• [YOUR INSTRUCTIONS] Look through the data that follows and say how many of its lines contain "models", giving the number only.

• [DATA SECTION]
_ _ _

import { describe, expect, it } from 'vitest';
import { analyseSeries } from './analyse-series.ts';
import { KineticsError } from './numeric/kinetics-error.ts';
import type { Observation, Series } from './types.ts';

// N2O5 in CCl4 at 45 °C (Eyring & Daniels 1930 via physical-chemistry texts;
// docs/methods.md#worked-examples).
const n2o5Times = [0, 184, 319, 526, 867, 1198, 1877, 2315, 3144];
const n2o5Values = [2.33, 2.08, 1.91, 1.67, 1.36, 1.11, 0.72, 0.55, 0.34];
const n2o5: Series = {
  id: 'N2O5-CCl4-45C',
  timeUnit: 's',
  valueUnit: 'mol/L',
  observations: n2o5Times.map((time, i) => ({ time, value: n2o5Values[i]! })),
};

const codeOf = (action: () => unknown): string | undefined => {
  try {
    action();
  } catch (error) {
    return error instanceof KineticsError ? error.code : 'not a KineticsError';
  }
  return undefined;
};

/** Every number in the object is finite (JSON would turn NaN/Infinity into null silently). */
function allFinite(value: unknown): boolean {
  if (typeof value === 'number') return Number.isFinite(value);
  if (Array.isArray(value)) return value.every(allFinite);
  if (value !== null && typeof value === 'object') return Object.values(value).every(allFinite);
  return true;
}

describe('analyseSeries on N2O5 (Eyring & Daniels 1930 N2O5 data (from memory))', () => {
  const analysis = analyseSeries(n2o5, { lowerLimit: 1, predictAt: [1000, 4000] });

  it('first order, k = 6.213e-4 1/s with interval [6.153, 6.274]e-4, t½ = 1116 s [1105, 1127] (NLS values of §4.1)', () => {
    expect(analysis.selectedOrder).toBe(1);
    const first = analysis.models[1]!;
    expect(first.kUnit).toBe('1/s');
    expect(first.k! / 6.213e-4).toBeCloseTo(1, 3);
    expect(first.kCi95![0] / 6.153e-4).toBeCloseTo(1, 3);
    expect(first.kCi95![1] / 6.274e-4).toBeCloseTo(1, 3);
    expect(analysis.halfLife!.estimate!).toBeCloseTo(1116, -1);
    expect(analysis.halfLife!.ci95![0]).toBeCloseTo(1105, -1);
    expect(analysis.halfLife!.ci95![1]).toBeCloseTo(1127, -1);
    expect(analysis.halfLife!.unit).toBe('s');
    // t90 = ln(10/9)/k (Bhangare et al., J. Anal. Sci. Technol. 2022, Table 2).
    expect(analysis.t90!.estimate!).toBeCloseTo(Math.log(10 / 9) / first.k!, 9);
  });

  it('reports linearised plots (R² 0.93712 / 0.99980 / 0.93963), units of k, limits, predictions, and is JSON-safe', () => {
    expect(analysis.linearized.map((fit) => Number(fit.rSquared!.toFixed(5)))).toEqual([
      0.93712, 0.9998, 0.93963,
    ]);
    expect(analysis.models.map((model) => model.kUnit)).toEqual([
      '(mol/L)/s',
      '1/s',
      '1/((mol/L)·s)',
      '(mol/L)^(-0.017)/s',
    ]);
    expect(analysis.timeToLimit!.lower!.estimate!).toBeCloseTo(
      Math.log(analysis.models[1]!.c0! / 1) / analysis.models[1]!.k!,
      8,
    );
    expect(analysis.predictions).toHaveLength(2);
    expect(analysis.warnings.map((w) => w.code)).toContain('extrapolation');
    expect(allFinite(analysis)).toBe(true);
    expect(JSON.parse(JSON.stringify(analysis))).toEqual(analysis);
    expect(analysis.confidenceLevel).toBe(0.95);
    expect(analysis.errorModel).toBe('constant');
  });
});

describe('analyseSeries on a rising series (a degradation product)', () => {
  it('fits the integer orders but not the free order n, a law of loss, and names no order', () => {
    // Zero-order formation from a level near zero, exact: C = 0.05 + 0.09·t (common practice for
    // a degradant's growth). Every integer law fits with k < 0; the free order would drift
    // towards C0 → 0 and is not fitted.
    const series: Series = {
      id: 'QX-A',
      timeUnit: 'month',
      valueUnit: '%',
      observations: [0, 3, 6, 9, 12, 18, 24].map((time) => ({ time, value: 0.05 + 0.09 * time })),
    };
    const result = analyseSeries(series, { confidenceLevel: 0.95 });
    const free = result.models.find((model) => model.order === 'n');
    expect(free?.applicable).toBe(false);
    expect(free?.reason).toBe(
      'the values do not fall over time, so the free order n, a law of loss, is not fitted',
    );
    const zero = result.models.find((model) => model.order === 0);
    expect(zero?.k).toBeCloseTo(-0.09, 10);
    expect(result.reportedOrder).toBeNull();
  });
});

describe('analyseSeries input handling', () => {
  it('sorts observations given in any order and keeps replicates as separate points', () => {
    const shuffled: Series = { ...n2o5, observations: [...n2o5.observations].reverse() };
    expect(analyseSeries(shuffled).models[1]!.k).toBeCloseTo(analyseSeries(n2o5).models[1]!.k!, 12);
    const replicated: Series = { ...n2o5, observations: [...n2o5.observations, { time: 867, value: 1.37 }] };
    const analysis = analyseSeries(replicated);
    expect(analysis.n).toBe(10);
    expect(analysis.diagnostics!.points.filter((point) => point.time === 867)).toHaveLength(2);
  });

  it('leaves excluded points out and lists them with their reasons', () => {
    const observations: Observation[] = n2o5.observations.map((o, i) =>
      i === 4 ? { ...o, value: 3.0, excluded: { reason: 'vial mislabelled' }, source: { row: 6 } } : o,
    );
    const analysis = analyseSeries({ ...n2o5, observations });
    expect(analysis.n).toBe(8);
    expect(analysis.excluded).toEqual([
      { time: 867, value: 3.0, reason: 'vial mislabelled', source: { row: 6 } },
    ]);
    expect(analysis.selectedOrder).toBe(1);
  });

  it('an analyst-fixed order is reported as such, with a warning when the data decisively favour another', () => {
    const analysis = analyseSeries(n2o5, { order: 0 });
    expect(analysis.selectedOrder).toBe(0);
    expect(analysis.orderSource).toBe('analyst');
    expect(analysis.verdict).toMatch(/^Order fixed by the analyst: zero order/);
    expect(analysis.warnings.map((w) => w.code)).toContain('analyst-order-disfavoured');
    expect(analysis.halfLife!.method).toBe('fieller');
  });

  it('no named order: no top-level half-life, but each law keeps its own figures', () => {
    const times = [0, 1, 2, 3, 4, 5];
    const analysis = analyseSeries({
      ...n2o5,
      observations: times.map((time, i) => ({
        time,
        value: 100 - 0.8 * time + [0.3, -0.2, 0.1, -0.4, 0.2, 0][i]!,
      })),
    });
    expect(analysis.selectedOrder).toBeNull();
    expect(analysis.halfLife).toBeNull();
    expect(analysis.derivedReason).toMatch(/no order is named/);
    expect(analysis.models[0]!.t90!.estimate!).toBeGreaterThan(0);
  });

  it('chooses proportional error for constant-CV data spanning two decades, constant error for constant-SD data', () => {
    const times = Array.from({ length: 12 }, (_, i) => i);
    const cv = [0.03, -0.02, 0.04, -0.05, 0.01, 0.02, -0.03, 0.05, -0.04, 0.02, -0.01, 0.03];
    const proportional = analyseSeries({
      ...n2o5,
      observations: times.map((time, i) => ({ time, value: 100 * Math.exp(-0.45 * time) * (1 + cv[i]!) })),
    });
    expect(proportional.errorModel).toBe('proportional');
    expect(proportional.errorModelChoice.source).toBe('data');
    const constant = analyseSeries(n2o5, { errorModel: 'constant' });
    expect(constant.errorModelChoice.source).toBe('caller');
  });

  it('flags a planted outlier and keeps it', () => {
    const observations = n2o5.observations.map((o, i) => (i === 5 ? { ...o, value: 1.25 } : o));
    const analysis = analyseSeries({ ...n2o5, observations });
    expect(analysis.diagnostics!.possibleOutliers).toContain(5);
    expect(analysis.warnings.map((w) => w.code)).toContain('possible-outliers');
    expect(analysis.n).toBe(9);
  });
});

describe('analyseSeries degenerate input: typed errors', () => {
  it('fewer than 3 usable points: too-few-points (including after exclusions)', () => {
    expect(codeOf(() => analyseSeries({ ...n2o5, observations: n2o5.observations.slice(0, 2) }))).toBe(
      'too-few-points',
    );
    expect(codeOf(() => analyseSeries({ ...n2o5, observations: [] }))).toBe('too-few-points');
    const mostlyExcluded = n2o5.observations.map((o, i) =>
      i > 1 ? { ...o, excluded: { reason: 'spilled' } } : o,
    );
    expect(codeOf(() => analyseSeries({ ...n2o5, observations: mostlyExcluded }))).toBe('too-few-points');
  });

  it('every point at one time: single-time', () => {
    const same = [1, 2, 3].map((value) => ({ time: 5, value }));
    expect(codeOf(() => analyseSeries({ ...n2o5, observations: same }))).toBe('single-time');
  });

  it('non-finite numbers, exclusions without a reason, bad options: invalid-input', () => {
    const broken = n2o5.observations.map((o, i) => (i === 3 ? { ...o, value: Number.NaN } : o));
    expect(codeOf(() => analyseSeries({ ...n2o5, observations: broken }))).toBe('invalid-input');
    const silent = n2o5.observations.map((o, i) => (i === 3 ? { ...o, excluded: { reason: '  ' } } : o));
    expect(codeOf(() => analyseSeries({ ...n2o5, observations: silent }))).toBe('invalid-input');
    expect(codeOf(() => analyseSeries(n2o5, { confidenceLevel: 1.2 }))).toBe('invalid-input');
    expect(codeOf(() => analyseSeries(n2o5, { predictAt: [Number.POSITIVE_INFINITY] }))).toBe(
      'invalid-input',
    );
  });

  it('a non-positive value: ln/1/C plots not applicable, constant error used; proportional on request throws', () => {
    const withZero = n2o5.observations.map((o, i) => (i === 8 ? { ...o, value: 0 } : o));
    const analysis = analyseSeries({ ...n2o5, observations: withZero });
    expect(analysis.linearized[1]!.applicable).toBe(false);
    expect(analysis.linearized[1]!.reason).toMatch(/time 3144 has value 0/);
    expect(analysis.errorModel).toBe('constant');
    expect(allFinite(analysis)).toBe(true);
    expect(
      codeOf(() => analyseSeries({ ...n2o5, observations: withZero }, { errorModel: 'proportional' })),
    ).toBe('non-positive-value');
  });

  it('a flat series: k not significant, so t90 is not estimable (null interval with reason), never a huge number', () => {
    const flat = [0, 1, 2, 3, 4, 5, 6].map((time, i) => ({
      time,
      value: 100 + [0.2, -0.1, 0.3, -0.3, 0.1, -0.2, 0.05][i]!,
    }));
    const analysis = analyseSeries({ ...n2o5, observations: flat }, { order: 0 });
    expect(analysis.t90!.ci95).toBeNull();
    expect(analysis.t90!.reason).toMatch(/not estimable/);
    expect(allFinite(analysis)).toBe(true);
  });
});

_ _ _

• [OUTPUT OF THE EXERCISE] 7